● ASSIGNMENT: Lines below starting with the line with "filename tests/bench/bench_streams.c" and going on through the line with "#include <sys/stat.h>" must be output exactly; the rest of the records must be left out.

● EXERCISE MATERIALS:

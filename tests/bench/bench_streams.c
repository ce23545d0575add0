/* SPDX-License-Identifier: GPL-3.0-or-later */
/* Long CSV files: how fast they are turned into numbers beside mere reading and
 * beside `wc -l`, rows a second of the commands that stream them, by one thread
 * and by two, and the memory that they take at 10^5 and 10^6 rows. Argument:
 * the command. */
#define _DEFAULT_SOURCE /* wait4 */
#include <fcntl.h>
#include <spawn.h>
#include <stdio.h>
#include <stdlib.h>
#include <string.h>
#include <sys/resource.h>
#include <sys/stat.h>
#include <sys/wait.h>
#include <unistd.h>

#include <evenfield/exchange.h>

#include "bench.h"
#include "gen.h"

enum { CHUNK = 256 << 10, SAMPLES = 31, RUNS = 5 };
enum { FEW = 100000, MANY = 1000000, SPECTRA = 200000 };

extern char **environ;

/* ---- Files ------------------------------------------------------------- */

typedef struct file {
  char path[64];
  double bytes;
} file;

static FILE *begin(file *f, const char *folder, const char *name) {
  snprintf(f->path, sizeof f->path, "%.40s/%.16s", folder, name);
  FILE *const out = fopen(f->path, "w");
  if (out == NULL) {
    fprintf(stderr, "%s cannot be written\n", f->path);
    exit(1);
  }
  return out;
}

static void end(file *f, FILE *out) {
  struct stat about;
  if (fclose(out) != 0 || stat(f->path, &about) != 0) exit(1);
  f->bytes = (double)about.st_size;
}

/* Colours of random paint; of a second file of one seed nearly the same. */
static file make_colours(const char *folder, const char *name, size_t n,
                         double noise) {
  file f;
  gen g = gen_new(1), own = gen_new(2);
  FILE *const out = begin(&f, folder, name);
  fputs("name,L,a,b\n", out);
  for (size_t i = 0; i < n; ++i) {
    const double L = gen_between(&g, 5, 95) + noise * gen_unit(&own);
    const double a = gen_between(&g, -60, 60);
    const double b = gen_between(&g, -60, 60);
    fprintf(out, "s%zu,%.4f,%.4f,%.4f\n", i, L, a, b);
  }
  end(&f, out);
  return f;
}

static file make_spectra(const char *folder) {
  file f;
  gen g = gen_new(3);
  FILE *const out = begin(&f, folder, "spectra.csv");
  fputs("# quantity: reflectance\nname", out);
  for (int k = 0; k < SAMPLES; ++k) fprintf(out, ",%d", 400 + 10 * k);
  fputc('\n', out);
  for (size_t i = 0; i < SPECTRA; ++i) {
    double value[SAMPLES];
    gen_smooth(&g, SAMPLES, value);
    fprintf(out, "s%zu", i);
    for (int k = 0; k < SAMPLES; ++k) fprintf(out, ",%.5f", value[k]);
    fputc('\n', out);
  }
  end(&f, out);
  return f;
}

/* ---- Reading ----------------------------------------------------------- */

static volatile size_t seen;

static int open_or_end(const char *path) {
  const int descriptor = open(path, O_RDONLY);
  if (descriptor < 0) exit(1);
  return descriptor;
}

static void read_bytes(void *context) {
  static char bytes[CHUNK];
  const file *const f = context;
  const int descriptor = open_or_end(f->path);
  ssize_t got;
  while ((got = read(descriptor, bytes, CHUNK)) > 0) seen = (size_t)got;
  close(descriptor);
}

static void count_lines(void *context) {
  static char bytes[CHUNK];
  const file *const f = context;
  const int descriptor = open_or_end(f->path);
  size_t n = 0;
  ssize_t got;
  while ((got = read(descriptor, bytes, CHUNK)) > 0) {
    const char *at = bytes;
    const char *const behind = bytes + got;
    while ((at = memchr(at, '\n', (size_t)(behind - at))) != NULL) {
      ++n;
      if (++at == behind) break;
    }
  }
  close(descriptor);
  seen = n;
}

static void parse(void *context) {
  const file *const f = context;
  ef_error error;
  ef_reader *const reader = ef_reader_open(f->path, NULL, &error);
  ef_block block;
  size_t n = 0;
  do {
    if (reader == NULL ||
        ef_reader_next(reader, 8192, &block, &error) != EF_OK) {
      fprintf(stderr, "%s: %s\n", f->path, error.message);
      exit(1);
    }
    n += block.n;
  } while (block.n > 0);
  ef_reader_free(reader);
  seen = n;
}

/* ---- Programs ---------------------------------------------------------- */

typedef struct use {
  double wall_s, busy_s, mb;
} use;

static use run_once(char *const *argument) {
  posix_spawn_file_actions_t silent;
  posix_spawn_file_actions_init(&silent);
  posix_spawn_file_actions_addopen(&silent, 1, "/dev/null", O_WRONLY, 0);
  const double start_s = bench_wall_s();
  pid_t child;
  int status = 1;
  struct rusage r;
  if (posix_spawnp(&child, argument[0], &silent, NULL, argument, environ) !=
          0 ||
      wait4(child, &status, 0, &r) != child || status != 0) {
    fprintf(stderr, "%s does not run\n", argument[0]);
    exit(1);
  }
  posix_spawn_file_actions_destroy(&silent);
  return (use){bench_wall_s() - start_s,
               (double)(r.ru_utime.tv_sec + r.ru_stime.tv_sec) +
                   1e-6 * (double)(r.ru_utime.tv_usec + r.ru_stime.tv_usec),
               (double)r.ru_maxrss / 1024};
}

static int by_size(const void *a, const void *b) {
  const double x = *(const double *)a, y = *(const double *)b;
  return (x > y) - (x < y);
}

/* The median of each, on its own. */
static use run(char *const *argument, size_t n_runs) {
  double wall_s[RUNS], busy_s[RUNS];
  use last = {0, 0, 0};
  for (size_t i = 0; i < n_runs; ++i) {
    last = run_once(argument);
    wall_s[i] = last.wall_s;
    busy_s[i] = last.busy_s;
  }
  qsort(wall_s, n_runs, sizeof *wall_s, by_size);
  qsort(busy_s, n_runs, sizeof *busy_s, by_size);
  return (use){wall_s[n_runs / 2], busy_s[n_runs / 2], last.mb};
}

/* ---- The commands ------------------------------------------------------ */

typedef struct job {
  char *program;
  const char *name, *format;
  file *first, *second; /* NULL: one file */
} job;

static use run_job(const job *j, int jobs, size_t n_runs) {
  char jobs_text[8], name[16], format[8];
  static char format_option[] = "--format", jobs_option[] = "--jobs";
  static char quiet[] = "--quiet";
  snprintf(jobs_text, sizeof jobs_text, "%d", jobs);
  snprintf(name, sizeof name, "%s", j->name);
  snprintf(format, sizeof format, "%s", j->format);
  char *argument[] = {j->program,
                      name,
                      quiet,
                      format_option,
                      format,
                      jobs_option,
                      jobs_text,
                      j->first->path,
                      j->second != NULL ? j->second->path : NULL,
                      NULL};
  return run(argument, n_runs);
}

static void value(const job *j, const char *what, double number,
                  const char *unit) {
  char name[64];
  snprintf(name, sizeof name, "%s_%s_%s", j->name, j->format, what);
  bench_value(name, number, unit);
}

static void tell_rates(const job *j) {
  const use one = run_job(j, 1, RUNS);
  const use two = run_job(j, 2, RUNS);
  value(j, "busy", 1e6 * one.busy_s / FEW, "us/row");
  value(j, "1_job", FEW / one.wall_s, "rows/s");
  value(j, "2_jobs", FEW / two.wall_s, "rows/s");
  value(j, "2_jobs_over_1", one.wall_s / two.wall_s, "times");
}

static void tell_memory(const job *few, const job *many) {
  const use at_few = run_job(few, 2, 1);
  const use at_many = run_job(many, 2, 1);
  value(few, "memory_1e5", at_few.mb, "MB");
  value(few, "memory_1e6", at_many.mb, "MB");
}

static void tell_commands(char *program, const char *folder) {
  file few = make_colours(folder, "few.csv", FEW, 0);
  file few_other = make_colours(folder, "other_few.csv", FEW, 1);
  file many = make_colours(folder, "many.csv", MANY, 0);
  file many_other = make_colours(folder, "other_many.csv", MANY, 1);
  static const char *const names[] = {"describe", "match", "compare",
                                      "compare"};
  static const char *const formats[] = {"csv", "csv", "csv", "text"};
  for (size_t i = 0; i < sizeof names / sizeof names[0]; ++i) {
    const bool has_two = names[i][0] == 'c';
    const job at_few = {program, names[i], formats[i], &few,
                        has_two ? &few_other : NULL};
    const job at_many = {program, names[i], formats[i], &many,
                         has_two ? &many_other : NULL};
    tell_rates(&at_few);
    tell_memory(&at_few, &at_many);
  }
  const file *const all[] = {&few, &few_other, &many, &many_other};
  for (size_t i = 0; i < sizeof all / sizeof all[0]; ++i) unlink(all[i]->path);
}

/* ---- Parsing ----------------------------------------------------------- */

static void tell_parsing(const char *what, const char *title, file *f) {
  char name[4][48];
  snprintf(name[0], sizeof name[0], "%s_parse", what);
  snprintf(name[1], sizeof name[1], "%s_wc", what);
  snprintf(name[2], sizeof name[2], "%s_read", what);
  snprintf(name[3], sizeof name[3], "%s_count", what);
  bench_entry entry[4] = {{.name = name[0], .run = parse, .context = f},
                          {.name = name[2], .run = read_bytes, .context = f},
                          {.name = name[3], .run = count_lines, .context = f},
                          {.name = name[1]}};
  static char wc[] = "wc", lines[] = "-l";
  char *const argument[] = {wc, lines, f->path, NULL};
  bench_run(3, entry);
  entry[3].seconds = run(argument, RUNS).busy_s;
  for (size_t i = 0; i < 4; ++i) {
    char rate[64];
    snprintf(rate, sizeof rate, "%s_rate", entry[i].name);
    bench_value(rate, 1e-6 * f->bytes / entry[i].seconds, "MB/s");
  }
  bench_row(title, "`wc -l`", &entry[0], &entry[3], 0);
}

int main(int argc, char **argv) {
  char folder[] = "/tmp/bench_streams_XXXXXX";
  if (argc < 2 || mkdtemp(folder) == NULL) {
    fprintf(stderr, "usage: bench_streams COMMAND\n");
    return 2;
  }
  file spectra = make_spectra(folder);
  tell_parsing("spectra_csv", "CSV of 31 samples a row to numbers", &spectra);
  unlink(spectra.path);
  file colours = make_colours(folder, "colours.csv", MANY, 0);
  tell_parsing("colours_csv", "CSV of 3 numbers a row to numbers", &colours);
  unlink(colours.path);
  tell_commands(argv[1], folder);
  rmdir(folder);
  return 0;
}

* * *

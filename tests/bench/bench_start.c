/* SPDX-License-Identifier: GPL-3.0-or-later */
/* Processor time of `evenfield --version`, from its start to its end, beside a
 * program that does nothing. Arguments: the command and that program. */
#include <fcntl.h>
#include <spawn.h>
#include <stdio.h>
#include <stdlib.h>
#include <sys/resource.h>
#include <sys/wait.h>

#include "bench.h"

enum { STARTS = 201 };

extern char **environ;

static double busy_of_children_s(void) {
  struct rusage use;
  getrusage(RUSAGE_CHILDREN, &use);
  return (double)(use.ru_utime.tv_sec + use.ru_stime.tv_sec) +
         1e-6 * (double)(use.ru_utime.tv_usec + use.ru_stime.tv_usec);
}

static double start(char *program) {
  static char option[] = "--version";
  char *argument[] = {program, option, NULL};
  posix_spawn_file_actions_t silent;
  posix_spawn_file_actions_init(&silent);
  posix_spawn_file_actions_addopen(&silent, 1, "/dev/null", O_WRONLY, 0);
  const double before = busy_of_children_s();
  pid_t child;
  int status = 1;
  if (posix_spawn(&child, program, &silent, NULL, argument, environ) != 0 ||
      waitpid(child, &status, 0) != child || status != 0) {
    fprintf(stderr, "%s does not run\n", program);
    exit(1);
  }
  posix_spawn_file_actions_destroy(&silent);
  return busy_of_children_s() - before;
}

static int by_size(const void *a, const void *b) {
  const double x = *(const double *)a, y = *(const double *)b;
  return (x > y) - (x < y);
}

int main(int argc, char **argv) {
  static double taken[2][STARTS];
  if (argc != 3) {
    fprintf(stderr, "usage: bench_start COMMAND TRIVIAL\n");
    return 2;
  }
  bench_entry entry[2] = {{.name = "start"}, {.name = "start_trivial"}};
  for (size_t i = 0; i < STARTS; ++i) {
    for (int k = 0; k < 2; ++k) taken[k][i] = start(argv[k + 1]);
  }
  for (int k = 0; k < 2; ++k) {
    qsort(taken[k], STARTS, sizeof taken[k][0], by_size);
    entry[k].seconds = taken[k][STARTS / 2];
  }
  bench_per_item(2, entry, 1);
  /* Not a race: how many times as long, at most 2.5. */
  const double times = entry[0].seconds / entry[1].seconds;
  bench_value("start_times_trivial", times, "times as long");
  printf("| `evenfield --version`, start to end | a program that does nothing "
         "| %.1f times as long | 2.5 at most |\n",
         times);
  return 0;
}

==

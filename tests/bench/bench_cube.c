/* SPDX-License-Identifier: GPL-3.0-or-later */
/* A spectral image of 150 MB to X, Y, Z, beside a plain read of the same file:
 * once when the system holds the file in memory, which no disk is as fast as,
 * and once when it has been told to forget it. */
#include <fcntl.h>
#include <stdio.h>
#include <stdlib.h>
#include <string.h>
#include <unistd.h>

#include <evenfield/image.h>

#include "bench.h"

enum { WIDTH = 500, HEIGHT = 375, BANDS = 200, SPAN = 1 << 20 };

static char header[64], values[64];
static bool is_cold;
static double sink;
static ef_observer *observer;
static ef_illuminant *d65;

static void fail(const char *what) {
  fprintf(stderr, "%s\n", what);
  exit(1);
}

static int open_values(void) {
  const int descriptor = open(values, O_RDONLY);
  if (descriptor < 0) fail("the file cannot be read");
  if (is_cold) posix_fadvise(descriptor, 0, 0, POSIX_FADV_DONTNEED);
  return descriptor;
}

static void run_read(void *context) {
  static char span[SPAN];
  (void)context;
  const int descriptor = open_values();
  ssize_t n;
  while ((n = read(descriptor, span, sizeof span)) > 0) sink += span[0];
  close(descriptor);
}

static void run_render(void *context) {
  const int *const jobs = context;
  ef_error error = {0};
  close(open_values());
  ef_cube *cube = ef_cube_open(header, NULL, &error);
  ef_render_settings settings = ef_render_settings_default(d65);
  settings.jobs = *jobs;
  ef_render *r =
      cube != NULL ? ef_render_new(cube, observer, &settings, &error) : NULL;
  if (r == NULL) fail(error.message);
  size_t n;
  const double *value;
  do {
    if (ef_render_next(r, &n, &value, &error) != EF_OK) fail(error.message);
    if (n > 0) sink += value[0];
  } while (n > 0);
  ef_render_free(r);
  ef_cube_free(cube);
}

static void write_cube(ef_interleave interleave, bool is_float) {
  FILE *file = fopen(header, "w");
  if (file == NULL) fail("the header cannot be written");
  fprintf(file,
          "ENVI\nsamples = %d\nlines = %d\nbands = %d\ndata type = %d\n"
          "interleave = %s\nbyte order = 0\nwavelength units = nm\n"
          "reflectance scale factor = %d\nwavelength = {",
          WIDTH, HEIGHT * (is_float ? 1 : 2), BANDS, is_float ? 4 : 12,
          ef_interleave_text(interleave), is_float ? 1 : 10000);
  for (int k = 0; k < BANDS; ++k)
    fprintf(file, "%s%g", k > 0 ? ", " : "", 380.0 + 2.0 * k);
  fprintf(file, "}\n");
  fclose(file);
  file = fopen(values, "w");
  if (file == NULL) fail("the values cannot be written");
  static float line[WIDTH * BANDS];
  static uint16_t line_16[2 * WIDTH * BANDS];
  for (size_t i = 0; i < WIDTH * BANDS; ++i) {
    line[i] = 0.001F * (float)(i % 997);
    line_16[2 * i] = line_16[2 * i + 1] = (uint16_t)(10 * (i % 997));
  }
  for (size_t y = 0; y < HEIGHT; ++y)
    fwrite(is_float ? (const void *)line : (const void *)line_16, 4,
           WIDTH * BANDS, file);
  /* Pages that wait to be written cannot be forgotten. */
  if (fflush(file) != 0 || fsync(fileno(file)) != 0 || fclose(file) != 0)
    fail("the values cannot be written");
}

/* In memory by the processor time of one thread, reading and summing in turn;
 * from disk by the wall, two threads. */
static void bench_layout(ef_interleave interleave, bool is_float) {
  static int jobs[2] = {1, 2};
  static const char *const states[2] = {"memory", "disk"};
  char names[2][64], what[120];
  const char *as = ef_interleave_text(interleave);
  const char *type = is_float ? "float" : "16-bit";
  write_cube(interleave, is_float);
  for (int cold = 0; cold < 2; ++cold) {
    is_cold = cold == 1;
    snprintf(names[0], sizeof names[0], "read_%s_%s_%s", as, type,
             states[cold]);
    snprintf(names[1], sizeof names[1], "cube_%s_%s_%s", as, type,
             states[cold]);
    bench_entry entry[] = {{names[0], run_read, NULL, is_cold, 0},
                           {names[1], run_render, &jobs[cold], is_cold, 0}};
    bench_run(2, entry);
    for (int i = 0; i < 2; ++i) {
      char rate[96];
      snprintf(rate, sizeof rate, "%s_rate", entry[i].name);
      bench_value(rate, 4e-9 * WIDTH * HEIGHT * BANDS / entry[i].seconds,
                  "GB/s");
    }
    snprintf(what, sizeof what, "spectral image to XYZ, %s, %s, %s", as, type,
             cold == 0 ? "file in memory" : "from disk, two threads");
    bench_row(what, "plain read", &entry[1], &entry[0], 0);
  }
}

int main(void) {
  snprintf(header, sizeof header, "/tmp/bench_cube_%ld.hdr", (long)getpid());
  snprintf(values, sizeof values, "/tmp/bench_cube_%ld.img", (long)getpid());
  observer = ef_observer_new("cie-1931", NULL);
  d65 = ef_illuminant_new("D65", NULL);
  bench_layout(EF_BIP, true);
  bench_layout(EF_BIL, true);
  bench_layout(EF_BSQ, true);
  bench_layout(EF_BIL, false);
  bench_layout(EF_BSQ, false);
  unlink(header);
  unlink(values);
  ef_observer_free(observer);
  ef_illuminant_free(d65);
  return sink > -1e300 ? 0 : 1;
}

● REPLY:
filename tests/bench/bench_streams.c
repository ce23545d0575add0
/* SPDX-License-Identifier: GPL-3.0-or-later */
/* Long CSV files: how fast they are turned into numbers beside mere reading and
 * beside `wc -l`, rows a second of the commands that stream them, by one thread
 * and by two, and the memory that they take at 10^5 and 10^6 rows. Argument:
 * the command. */
#define _DEFAULT_SOURCE /* wait4 */
#include <fcntl.h>
#include <spawn.h>
#include <stdio.h>
#include <stdlib.h>
#include <string.h>
#include <sys/resource.h>
#include <sys/stat.h>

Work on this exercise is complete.